Caring for her dogs under clear skies in Unalakleet on Sunday afternoon, Abbie West, in sizing up her first experience with the Iditarod, seemed content to balance the good with the bad. It’s definitely been a challenge, she says, but also an adventure. And besides, she’s currently the lead rookie.
West spoke with Laureli Kinneen in Unalakleet, where she told KNOM that, despite the “mind-boggling” caliber of her fellow competitors and the rough trail that’s beleaguered so many of them, it’s been a good first Iditarod run.
Indeed, as a top-20 musher, West is doing very well, and she hopes to remain in her current position all the way to Nome. But competition is not the only reason she’s in the Iditarod; it’s also, she says, an opportunity for an epic, unique, and quintessentially Alaskan journey – a chance to see, as she says, “a whole new part of Alaska.”

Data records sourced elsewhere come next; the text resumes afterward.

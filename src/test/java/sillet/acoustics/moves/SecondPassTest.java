package sillet.acoustics.moves;

import static org.assertj.core.api.Assertions.assertThat;
import static org.assertj.core.api.Assertions.assertThatThrownBy;
import static org.assertj.core.api.Assertions.within;

import java.util.Random;
import org.junit.jupiter.api.Test;
import org.junit.jupiter.params.ParameterizedTest;
import org.junit.jupiter.params.provider.CsvSource;

/** The weighting is that of two independent normal figures: computed by hand, no source needed. */
class SecondPassTest {
  private static final double PREDICTED = -2690;

  @Test
  void weighsWhatWasSeenAgainstTheModelByTheirVariances() {
    // model: sd 0.02 x 2690 = 53.8. Seen: (0.4 - 5.0)/0.0018 = -2555.556 with
    // sd sqrt(0.1^2 + 0.1^2 + 0.269^2)/0.0018 = 168.839
    PassProof proof = SecondPass.combine(5.0, 0.1, 0.4, 0.1, 0.0018, PREDICTED);

    double model = 1 / (53.8 * 53.8);
    double seen = 1 / (168.839 * 168.839);
    assertThat(proof.combinedCentsPerMetre())
        .isCloseTo((model * PREDICTED + seen * -2555.556) / (model + seen), within(0.01));
    assertThat(proof.sd()).isCloseTo(1 / Math.sqrt(model + seen), within(0.01));
    assertThat(proof.nextMove()).isCloseTo(0.4 / 2677.60, within(1e-8));
    assertThat(proof.withinOneCent()).isTrue();
    assertThat(proof.notAsPredicted()).isFalse();
  }

  @Test
  void aNoisyPassDoesNotSpoilTheModel() {
    Random random = new Random(11);
    for (int round = 0; round < 5000; round++) {
      double move = 0.0004 * random.nextGaussian();
      double before = 5 * random.nextGaussian();
      double after = before + PREDICTED * move + 2.8 * random.nextGaussian();
      PassProof proof = SecondPass.combine(before, 2, after, 2, move, PREDICTED);
      assertThat(proof.combinedCentsPerMetre()).isCloseTo(PREDICTED, within(0.02 * 2690));
      assertThat(proof.sd()).isLessThanOrEqualTo(0.02 * 2690 * (1 + 1e-9));
    }
  }

  @Test
  void learnsFromALargeMoveReadWell() {
    // truth: 3 % less than the model; read to 0.02 cents over 10 mm
    double truth = 0.97 * PREDICTED;
    PassProof proof = SecondPass.combine(26, 0.02, 26 + truth * 0.01, 0.02, 0.01, PREDICTED);

    assertThat(Math.abs(proof.combinedCentsPerMetre() - truth))
        .isLessThan(0.25 * Math.abs(PREDICTED - truth));
    assertThat(proof.notAsPredicted()).isFalse();
  }

  @Test
  void saysWhenTheStringDidNotDoAsPredicted() {
    // predicted 5.0 - 4.842 = 0.158 cents; sd of that sqrt(0.1^2 + 0.1^2 + 0.269^2 + 0.097^2) =
    // 0.319
    assertThat(SecondPass.combine(5, 0.1, 1.10, 0.1, 0.0018, PREDICTED).notAsPredicted()).isFalse();
    assertThat(SecondPass.combine(5, 0.1, 1.13, 0.1, 0.0018, PREDICTED).notAsPredicted()).isTrue();
  }

  @Test
  void keepsToTheModelAfterAMoveTheWrongWay() {
    PassProof proof = SecondPass.combine(5, 0.1, 18, 0.1, 0.005, PREDICTED);

    assertThat(proof.notAsPredicted()).isTrue();
    assertThat(proof.combinedCentsPerMetre()).isEqualTo(PREDICTED);
    assertThat(proof.nextMove()).isCloseTo(18 / 2690.0, within(1e-9));
  }

  @Test
  void learnsNothingWhereTheSaddleStayed() {
    PassProof proof = SecondPass.combine(1.2, 0.1, 1.3, 0.1, 0, PREDICTED);

    assertThat(proof.combinedCentsPerMetre()).isCloseTo(PREDICTED, within(1e-9));
    assertThat(proof.notAsPredicted()).isFalse();
    assertThat(proof.withinOneCent()).isFalse();
    assertThat(SecondPass.combine(1.2, 0.1, 2.3, 0.1, 0, PREDICTED).notAsPredicted()).isTrue();
  }

  @Test
  void holdsTheTrueNextMoveAsOftenAsItSays() {
    Random random = new Random(3);
    int held = 0;
    int strange = 0;
    int rounds = 4000;
    for (int round = 0; round < rounds; round++) {
      double truth = PREDICTED * (1 + 0.02 * random.nextGaussian());
      double error = 6 * random.nextGaussian();
      double before = error + 0.3 * random.nextGaussian();
      double move = -before / PREDICTED;
      error += truth * (move + 1e-4 * random.nextGaussian());
      double after = error + 0.3 * random.nextGaussian();
      PassProof proof = SecondPass.combine(before, 0.3, after, 0.3, move, PREDICTED);
      held += Math.abs(proof.nextMove() + error / truth) <= 1.96 * proof.nextSd() ? 1 : 0;
      strange += proof.notAsPredicted() ? 1 : 0;
    }
    assertThat(held / (double) rounds).isBetween(0.93, 0.98);
    assertThat(strange / (double) rounds).isLessThan(0.01);
  }

  @ParameterizedTest
  @CsvSource({
    "NaN, 0.1, 1, 0.1, 0.001, -2690", "5, 0, 1, 0.1, 0.001, -2690",
        "5, 0.1, NaN, 0.1, 0.001, -2690",
    "5, 0.1, 1, -1, 0.001, -2690", "5, 0.1, 1, 0.1, NaN, -2690", "5, 0.1, 1, 0.1, 0.001, 0",
    "5, 0.1, 1, 0.1, 0.001, NaN", "5, NaN, 1, 0.1, 0.001, -2690", "5, 0.1, 1, 0.1, Infinity, -2690"
  })
  void rejectsWhatIsNoPass(double a, double sdA, double b, double sdB, double move, double model) {
    assertThatThrownBy(() -> SecondPass.combine(a, sdA, b, sdB, move, model))
        .isInstanceOf(IllegalArgumentException.class);
  }
}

“Every run is a different terrain… You’re in the mountains, then you’re in a river, then you’re near the ocean, then you’re on the tundra… It’s just really cool. It’s crazy when you think about how far you’ve been.”

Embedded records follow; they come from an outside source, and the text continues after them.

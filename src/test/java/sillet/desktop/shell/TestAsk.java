package sillet.desktop.shell;

import java.nio.file.Path;
import java.util.ArrayList;
import java.util.List;
import java.util.Optional;
import sillet.desktop.controls.Ask;
import sillet.logbook.text.Message;

/** Answers without a window and remembers what was said. */
final class TestAsk implements Ask {
  final List<Message> problems = new ArrayList<>();
  Optional<Path> file = Optional.empty();

  @Override
  public Optional<Path> fileToSave(String suggestedName) {
    return file;
  }

  @Override
  public Optional<Path> fileToOpen() {
    return file;
  }

  @Override
  public boolean confirm(Message question) {
    return true;
  }

  @Override
  public void problem(Message what) {
    problems.add(what);
  }
}
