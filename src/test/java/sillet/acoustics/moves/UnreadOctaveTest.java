package sillet.acoustics.moves;

import static org.assertj.core.api.Assertions.assertThat;
import static org.assertj.core.api.Assertions.within;

import org.junit.jupiter.api.Test;
import sillet.acoustics.readings.FretReading;

class UnreadOctaveTest {
  private static final FretReading THREE = new FretReading(3, 1.0, 0.5);
  private static final FretReading FIVE = new FretReading(5, 2.0, 0.5);
  private static final FretReading SEVEN = new FretReading(7, 2.5, 0.5);

  /** Three notes that rise as a saddle too near the neck makes them: 0.3 cents a fret at fret 7. */
  @Test
  void goesOnWhereTheReadingsPoint() {
    MoveEstimate estimate = solve(Strings.octave(Strings.thin(), SEVEN, THREE, FIVE));

    assertThat(estimate.cents12Before()).isBetween(4.0, 5.0);
    assertThat(estimate.cents12Sd()).isBetween(1.2, 2.0);
    assertThat(estimate.saddleMove()).isCloseTo(estimate.cents12Before() / 2692, within(1e-5));
    double half = 1.959964 * estimate.cents12Sd() / 2692.27;
    assertThat(estimate.saddleHigh() - estimate.saddleMove()).isCloseTo(half, within(0.02 * half));
    assertThat(estimate.cents12After()).isCloseTo(0, within(1e-5));
  }

  @Test
  void isMuchLessSureThanAReading() {
    MoveEstimate unread = solve(Strings.octave(Strings.thin(), THREE, FIVE, SEVEN));
    MoveEstimate read =
        solve(Strings.octave(Strings.thin(), THREE, FIVE, SEVEN, new FretReading(12, 4.5, 0.5)));

    assertThat(width(unread)).isGreaterThan(2 * width(read));
    assertThat(unread.saddleMove()).isBetween(read.saddleLow(), read.saddleHigh());
  }

  @Test
  void everyReadingMoreMakesItSurer() {
    double none = width(solve(Strings.octave(Strings.thin())));
    double one = width(solve(Strings.octave(Strings.thin(), FIVE)));
    double two = width(solve(Strings.octave(Strings.thin(), FIVE, SEVEN)));
    double beyond =
        width(solve(Strings.octave(Strings.thin(), FIVE, SEVEN, new FretReading(15, 6, 0.5))));

    assertThat(one).isLessThan(none);
    assertThat(two).isLessThan(one);
    assertThat(beyond).isLessThan(two);
  }

  /**
   * Nothing read: the saddle is expected where it belongs, 10 cents (sd) either way, and the nut.
   */
  @Test
  void nothingReadStopsNothing() {
    MoveEstimate estimate = solve(Strings.octave(Strings.thin()));

    assertThat(estimate.saddleMove()).isCloseTo(0, within(1e-8));
    assertThat(estimate.cents12Sd()).isBetween(10.0, 10.3);
    assertThat(width(estimate)).isGreaterThan(14e-3);
  }

  @Test
  void saysWhatACutMoveLeavesWithoutAReadingAtFretTwelve() {
    MoveTask task = Strings.octave(Strings.thin(), THREE, FIVE, SEVEN);

    MoveEstimate whole = solve(task);
    assertThat(task.cents12At(0).orElseThrow()).isCloseTo(whole.cents12Before(), within(1e-9));
    assertThat(task.cents12At(whole.saddleMove()).orElseThrow()).isCloseTo(0, within(1e-5));
  }

  private static double width(MoveEstimate estimate) {
    return estimate.saddleHigh() - estimate.saddleLow();
  }

  private static MoveEstimate solve(MoveTask task) {
    return task.solve().orElseThrow();
  }
}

Going forward to the Norton Sound coast and the Nome finish line, she says “(I’ll) let the dogs tell me where we should be.” And in a few days, if all goes well, she’ll be in Nome.
Hear Abbie West in Unalakleet:
As of early morning Monday, Abbie West is in 20th position. She and her 9 dogs arrived into the Shaktoolik checkpoint at 11:05pm Sunday night.